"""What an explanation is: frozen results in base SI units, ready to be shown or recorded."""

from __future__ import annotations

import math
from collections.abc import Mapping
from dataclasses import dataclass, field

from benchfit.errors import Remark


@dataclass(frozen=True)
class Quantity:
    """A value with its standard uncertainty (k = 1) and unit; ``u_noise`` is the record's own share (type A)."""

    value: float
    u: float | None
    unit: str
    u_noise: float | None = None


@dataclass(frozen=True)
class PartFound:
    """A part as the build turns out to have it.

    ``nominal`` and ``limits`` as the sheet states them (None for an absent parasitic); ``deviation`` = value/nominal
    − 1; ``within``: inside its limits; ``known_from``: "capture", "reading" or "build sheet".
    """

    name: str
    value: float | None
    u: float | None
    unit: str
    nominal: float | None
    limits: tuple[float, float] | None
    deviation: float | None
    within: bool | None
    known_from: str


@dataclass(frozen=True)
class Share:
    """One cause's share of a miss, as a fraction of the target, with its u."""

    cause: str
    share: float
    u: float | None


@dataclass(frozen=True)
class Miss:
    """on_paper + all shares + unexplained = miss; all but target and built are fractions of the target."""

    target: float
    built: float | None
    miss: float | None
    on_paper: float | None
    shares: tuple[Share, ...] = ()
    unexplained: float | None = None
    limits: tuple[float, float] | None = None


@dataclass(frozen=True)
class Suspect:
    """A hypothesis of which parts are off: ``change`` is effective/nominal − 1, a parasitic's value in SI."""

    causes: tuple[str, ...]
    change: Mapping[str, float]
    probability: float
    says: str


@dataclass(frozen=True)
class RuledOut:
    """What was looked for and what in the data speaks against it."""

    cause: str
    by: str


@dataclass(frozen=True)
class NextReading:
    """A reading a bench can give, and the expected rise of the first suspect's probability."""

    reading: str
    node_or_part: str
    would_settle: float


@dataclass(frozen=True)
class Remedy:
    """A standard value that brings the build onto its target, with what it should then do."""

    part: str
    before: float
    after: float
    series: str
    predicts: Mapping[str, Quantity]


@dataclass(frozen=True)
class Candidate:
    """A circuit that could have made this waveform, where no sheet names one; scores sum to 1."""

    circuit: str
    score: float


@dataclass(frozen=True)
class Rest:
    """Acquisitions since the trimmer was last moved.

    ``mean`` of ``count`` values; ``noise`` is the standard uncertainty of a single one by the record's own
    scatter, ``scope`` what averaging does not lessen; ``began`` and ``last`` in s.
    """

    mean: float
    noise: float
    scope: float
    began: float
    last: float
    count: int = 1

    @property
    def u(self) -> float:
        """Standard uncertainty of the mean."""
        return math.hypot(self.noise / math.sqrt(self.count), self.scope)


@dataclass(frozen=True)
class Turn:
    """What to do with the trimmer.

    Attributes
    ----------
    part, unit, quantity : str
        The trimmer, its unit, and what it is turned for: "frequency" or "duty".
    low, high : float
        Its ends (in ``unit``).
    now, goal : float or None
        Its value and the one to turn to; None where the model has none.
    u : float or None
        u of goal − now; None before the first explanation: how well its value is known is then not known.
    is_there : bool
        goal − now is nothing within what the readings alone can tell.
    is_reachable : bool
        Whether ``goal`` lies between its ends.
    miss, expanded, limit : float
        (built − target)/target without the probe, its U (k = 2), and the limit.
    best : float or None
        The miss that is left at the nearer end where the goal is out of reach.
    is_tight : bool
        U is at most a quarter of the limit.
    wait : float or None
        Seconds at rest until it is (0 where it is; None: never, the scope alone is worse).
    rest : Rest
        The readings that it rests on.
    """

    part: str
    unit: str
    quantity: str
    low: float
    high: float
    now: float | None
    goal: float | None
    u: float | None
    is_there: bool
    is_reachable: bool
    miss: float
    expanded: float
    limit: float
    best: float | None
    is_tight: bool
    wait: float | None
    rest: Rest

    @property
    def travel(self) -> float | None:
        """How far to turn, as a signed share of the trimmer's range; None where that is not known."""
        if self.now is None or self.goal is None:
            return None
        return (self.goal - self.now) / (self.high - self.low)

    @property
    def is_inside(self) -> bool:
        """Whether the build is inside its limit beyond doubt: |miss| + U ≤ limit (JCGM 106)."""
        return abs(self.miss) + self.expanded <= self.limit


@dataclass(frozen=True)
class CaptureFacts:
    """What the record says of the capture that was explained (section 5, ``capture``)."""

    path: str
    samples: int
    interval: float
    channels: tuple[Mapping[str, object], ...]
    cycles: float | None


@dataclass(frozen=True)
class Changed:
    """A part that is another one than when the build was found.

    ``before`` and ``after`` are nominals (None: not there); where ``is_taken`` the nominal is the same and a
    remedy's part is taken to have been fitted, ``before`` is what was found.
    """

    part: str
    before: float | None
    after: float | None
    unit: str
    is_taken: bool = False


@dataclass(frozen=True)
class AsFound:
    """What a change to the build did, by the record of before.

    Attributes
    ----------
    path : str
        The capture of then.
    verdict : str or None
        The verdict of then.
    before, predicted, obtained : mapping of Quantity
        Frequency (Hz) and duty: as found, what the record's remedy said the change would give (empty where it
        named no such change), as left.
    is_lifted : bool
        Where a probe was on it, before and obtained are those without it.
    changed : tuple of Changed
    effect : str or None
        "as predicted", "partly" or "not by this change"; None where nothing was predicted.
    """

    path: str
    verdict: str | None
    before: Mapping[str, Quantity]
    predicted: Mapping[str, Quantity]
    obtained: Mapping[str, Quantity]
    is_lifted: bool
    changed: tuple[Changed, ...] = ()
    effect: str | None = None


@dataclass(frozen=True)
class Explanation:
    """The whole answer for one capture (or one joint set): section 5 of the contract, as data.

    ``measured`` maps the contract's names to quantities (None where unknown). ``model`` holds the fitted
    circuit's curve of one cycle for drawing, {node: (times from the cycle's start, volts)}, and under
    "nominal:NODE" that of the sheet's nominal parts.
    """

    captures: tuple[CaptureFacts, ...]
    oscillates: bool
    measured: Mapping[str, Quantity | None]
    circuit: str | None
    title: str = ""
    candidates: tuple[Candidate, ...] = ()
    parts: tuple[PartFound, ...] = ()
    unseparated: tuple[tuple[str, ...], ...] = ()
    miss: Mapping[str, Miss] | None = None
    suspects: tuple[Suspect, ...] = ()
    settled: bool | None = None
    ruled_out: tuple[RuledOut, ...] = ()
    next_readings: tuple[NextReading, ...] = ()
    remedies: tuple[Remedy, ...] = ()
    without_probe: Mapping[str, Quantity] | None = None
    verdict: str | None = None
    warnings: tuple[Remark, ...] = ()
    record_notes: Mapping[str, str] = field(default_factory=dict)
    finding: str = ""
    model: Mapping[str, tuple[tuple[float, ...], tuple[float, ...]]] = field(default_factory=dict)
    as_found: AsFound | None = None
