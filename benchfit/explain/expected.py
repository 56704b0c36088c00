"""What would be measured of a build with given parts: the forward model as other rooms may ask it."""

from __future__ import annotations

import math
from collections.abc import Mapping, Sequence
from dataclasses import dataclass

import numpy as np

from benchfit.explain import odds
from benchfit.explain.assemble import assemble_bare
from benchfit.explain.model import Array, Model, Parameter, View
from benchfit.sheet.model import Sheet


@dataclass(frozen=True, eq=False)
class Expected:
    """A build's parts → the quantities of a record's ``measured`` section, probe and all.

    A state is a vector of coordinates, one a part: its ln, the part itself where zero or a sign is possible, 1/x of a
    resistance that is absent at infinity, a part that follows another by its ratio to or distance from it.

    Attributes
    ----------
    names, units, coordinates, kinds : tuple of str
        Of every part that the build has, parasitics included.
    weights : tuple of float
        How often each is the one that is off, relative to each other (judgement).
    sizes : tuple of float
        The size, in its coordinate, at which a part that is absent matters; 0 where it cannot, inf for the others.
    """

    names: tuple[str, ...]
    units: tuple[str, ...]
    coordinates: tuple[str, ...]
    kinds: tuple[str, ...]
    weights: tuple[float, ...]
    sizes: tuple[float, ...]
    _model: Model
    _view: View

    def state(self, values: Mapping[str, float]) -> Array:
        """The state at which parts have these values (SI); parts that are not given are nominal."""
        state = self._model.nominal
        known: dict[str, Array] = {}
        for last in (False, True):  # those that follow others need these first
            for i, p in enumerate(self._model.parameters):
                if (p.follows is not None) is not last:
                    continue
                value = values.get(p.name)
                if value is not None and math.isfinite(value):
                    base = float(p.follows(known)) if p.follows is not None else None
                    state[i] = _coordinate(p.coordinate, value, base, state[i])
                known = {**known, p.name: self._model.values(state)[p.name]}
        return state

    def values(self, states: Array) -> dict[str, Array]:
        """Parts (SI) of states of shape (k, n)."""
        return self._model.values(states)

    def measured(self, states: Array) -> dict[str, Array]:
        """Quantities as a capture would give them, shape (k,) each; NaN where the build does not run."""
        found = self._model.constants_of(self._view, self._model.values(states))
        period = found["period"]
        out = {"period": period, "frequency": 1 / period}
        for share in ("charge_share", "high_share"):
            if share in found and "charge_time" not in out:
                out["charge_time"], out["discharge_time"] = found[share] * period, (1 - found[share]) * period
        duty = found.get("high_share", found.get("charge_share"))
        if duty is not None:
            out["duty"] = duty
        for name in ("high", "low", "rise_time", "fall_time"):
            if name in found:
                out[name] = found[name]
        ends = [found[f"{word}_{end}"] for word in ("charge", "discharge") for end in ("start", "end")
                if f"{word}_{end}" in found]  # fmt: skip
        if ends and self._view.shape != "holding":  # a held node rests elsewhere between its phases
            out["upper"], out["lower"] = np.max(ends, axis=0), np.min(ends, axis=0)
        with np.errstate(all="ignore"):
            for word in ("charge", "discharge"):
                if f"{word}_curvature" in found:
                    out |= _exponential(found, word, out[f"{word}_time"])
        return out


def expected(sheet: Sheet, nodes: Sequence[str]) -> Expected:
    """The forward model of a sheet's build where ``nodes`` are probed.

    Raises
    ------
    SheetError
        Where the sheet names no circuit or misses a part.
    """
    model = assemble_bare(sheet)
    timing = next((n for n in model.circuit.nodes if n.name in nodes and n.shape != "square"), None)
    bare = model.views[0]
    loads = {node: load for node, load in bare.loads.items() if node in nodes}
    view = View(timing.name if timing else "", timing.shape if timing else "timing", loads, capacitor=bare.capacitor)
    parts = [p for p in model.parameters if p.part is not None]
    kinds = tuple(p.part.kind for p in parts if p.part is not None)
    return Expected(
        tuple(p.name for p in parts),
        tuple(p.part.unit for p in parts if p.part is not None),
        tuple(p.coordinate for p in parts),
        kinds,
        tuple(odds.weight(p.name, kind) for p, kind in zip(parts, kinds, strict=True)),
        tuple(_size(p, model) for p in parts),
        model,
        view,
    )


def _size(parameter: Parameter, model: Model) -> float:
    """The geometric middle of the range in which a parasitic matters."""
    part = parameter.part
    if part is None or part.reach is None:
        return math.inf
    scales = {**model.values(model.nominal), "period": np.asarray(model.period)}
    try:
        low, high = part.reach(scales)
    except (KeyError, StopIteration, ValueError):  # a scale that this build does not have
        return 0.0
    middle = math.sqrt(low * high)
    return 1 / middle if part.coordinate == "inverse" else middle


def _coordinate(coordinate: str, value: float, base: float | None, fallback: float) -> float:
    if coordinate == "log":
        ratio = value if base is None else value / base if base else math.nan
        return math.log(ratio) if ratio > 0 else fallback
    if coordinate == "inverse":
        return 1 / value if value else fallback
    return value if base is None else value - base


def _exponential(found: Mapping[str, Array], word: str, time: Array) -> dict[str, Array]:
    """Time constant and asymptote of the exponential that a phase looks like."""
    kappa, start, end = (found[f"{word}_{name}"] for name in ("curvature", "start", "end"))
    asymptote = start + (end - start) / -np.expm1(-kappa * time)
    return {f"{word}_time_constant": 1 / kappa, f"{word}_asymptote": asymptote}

-------------------------

▶ [ASSIGNMENT]:
When a line in the data contains "first", return it as written.

▶ [FINISHED TASK]:
    """A reading a bench can give, and the expected rise of the first suspect's probability."""
        u of goal − now; None before the first explanation: how well its value is known is then not known.
        for last in (False, True):  # those that follow others need these first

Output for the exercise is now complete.